▼

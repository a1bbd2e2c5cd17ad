//! The chain on a solved field: elastic contact of the whole plates, heat on the same grid.

mod bank;
mod heat;
mod problem;
mod readings;
mod response;
mod variant;

use std::sync::{Arc, OnceLock};

use rayon::prelude::*;

use crate::{
    conductance,
    estimate::{
        Chain, Failure, Fineness, Realisation, Watch,
        chain::{conditions::Conditions, form::with_form},
    },
    joint::{Joint, Medium},
    pressure::elastic::{self, Field},
    resistance::{Path, columns::Heat},
};

use bank::{Bank, coarser};
use heat::{Factors, conductances};
use response::{Departure, Gauge, Response};
use variant::{FORMS, Variant, loose_flatness};

/// Surface response and bounds stand on this level; only ratios are taken from it.
const GROUND: elastic::Fineness = elastic::Fineness::Coarse;

/// The solved field of a joint, brought to the forces and the medium of a chain.
#[derive(Clone, Debug)]
pub(super) struct ElasticModel {
    fineness: Fineness,
    /// Shared with the chains of other torques and media.
    bank: Arc<Bank>,
    cases: Vec<Arc<Case>>,
}

/// What one case is at nominal, and what the draws need.
#[derive(Debug)]
struct Case {
    conditions: Conditions,
    field: Arc<Field>,
    heat: Heat,
    path: Path,
    /// Pressures for drawings.
    shown: OnceLock<Vec<f64>>,
    /// Bounds of form and flatness worked out at another force; none where they are this case's own.
    bounds: Option<([f64; 2], [f64; 2])>,
    spread: OnceLock<Result<Spread, Failure>>,
}

/// How the nominal path moves with a draw.
#[derive(Clone, Debug)]
struct Spread {
    gauge: Gauge,
    response: Response,
    /// Model form as a factor on what the joint adds: low and high.
    form: [f64; 2],
    /// Convex and concave as factors on what the joint adds; 1 where no flatness is loose.
    bent: [f64; 2],
}

impl ElasticModel {
    pub(super) fn new(
        joint: &Joint,
        (fineness, memory): (Fineness, u64),
        watch: &Watch,
    ) -> Result<Self, Failure> {
        Ok(Self {
            fineness,
            bank: Arc::new(Bank::new(joint, memory, watch)?),
            cases: Vec::new(),
        })
    }

    /// Solves the nominal state of every case of a chain.
    pub(super) fn levelled(&self, chain: &Chain) -> Result<Self, Failure> {
        let cases = (0..chain.joint().service.cases.len())
            .map(|case| {
                let conditions = chain.conditions(case, &Realisation::default())?;
                chain.refuse_open(case, &conditions.forces)?;
                self.bank
                    .take_asperities(asperities(chain.joint(), &conditions));
                let (field, heat, path) = self.solved(
                    chain,
                    (self.level(), Variant::Stated),
                    (&conditions, &Factors::NONE),
                )?;
                Ok(Arc::new(Case {
                    conditions,
                    field,
                    heat,
                    path,
                    shown: OnceLock::new(),
                    bounds: self.bounds(chain, case),
                    spread: OnceLock::new(),
                }))
            })
            .collect::<Result<Vec<Arc<Case>>, Failure>>()?;
        Ok(Self {
            fineness: self.fineness,
            bank: self.bank.clone(),
            cases,
        })
    }

    /// Error of the surface that the draws are read from, where draws were made.
    pub(super) fn draw_error(&self, case: usize) -> Option<f64> {
        let spread = self.cases.get(case)?.spread.get()?.as_ref().ok()?;
        Some(spread.response.error)
    }

    /// Bounds that the chain this one comes from has worked out for the same medium.
    ///
    /// Bent faces need a contact of their own for every force; what rigid heads or stuck faces do
    /// to the resistance changes little between them, so one set serves the torques of a sweep.
    fn bounds(&self, chain: &Chain, case: usize) -> Option<([f64; 2], [f64; 2])> {
        let parent = self.cases.get(case)?;
        let interface = parent.conditions.faces.local.interface();
        let vacuum = matches!(chain.joint().service.medium, Medium::Vacuum);
        if chain.joint().is_flat() || interface.gas.is_none() != vacuum {
            return None;
        }
        let spread = parent.spread.get()?.as_ref().ok()?;
        Some((spread.form, spread.bent))
    }

    pub(super) fn fineness(&self) -> Fineness {
        self.fineness
    }

    fn level(&self) -> elastic::Fineness {
        match self.fineness {
            Fineness::Fast => elastic::Fineness::Fast,
            Fineness::Normal => elastic::Fineness::Normal,
            Fineness::Fine => elastic::Fineness::Fine,
        }
    }

    /// The path of a case at one realisation.
    pub(super) fn path(
        &self,
        chain: &Chain,
        case: usize,
        (conditions, at): (&Conditions, &Realisation),
    ) -> Result<Path, Failure> {
        let nominal = &self.cases[case];
        if *at == Realisation::default() {
            return Ok(nominal.path.clone());
        }
        let spread = self.spread_of(chain, nominal)?;
        let departure = spread.gauge.departure(conditions);
        let moved = spread.response.applied(&nominal.path, &departure);
        let form = between(spread.form, at.field) * between(spread.bent, at.flatness);
        Ok(with_form(moved, form))
    }

    fn spread_of<'c>(&self, chain: &Chain, case: &'c Case) -> Result<&'c Spread, Failure> {
        case.spread
            .get_or_init(|| self.spread(chain, case))
            .as_ref()
            .map_err(Clone::clone)
    }

    /// Field, heat and path on one level under some conditions.
    fn solved(
        &self,
        chain: &Chain,
        (fineness, variant): (elastic::Fineness, Variant),
        (conditions, factors): (&Conditions, &Factors),
    ) -> Result<(Arc<Field>, Heat, Path), Failure> {
        let joint = chain.joint();
        let field = self
            .bank
            .field(joint, (fineness, variant), &conditions.forces)?;
        let plates = self.bank.plates(joint, fineness, &field)?;
        let faces = conductances(&field, self.bank.order, (conditions, factors));
        let conductivity = [0, 1].map(|k| conditions.conductivity[k] * factors.conductivity[k]);
        let (heat, path) = plates
            .solve(&faces, conductivity, &conditions.shanks)
            .map_err(Failure::Plates)?;
        Ok((field, heat, path))
    }

    /// Everything the draws of a case need, on the ground level.
    fn spread(&self, chain: &Chain, case: &Case) -> Result<Spread, Failure> {
        let (field, _, base) = self.solved(
            chain,
            (GROUND, Variant::Stated),
            (&case.conditions, &Factors::NONE),
        )?;
        let gauge = Gauge::of(
            &case.conditions,
            readings::mean_pressure(&field),
            field.gap_mean(),
        );
        let response = Response::through(|departures| {
            departures
                .par_iter()
                .map(|departure| self.departed(chain, &case.conditions, departure))
                .collect::<Result<Vec<Path>, Failure>>()
        })?;
        if let Some((form, bent)) = case.bounds {
            return Ok(Spread {
                gauge,
                response,
                form,
                bent,
            });
        }
        let ratio = |variant: &Variant| {
            let (_, _, path) = self.solved(
                chain,
                (GROUND, *variant),
                (&case.conditions, &Factors::NONE),
            )?;
            Ok(path.added_by_joint / base.added_by_joint)
        };
        let forms = FORMS
            .par_iter()
            .map(ratio)
            .collect::<Result<Vec<f64>, Failure>>()?;
        let loose = chain
            .joint()
            .plates
            .iter()
            .any(|plate| loose_flatness(plate) > 0.0);
        let bent = if loose {
            [ratio(&Variant::Bent(-1.0))?, ratio(&Variant::Bent(1.0))?]
        } else {
            [1.0; 2]
        };
        Ok(Spread {
            gauge,
            response,
            form: [
                forms.iter().copied().fold(1.0, f64::min),
                forms.iter().copied().fold(1.0, f64::max),
            ],
            bent,
        })
    }

    /// The path on the ground level away from nominal.
    fn departed(
        &self,
        chain: &Chain,
        nominal: &Conditions,
        departure: &Departure,
    ) -> Result<Path, Failure> {
        let [force, touching, parted, warm, cold] = departure.map(f64::exp);
        let conditions = Conditions {
            forces: nominal.forces.iter().map(|each| each * force).collect(),
            ..nominal.clone()
        };
        let factors = Factors {
            touching,
            parted,
            conductivity: [warm, cold],
        };
        let (_, _, path) =
            self.solved(chain, (GROUND, Variant::Stated), (&conditions, &factors))?;
        Ok(path)
    }

    /// Difference of source to sink to the next coarser level, relative.
    pub(super) fn discretisation_error(&self, chain: &Chain) -> Result<f64, Failure> {
        let case = &self.cases[0];
        let (_, _, coarse) = self.solved(
            chain,
            (coarser(self.level()), Variant::Stated),
            (&case.conditions, &Factors::NONE),
        )?;
        Ok((coarse.source_to_sink / case.path.source_to_sink - 1.0).abs())
    }

    /// Tabulates the field of bent faces from the least to the largest factor on the forces of a
    /// case, on the ground level as far as the draws reach; works out what the draws need there.
    pub(super) fn tabulate(
        &self,
        chain: &Chain,
        (case, [low, high]): (usize, [f64; 2]),
    ) -> Result<(), Failure> {
        if chain.joint().is_flat() {
            return Ok(());
        }
        let nominal = &self.cases[case];
        let forces = &nominal.conditions.forces;
        let reach = response::FORCE_REACH;
        self.bank
            .tabulate(chain.joint(), self.level(), (forces, [low, high]))?;
        self.bank
            .tabulate(chain.joint(), GROUND, (forces, [low / reach, high * reach]))?;
        self.spread_of(chain, nominal)?;
        Ok(())
    }

    /// Share of what the gas takes off the joint's resistance.
    pub(super) fn gas_share(&self, chain: &Chain) -> Result<f64, Failure> {
        let case = &self.cases[0];
        let mut empty = case.conditions.clone();
        let mut interface: conductance::Interface = empty.faces.local.interface().clone();
        if interface.gas.is_none() {
            return Ok(0.0);
        }
        interface.gas = None;
        empty.faces.local = interface.prepare();
        let (_, _, path) = self.solved(
            chain,
            (self.level(), Variant::Stated),
            (&empty, &Factors::NONE),
        )?;
        let share = 1.0 - case.path.added_by_joint / path.added_by_joint;
        Ok(if share.is_finite() {
            share.clamp(0.0, 1.0)
        } else {
            1.0
        })
    }
}

/// Pressure over closure of the asperities at the mean pressure under the heads, Pa/m.
///
/// ```text
/// κ = −dp/dY   at p = Σ F/Σ A_seat
/// ```
///
/// `Y` is the separation of the mean planes by the law of the gap.
fn asperities(joint: &Joint, conditions: &Conditions) -> f64 {
    const STEP: f64 = 0.05;
    let seats: f64 = joint
        .bolts()
        .map(|(fastener, _)| {
            let seat = fastener.head_seat;
            std::f64::consts::PI * (seat.outer_radius.powi(2) - seat.inner_radius.powi(2))
        })
        .sum();
    let pressure = conditions.forces.iter().sum::<f64>() / seats;
    let local = &conditions.faces.local;
    let closure =
        local.separation(pressure * (1.0 - STEP)) - local.separation(pressure * (1.0 + STEP));
    2.0 * STEP * pressure / closure
}

/// A factor between its ends: straight from the low one to 1 and on to the high one.
fn between([low, high]: [f64; 2], place: f64) -> f64 {
    if place < 0.0 {
        1.0 + place * (1.0 - low)
    } else {
        1.0 + place * (high - 1.0)
    }
}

▲

Problem to work on :: Count the lines above in which the string "memory" occurs, and write the number with no other text.

Solved problem :: 2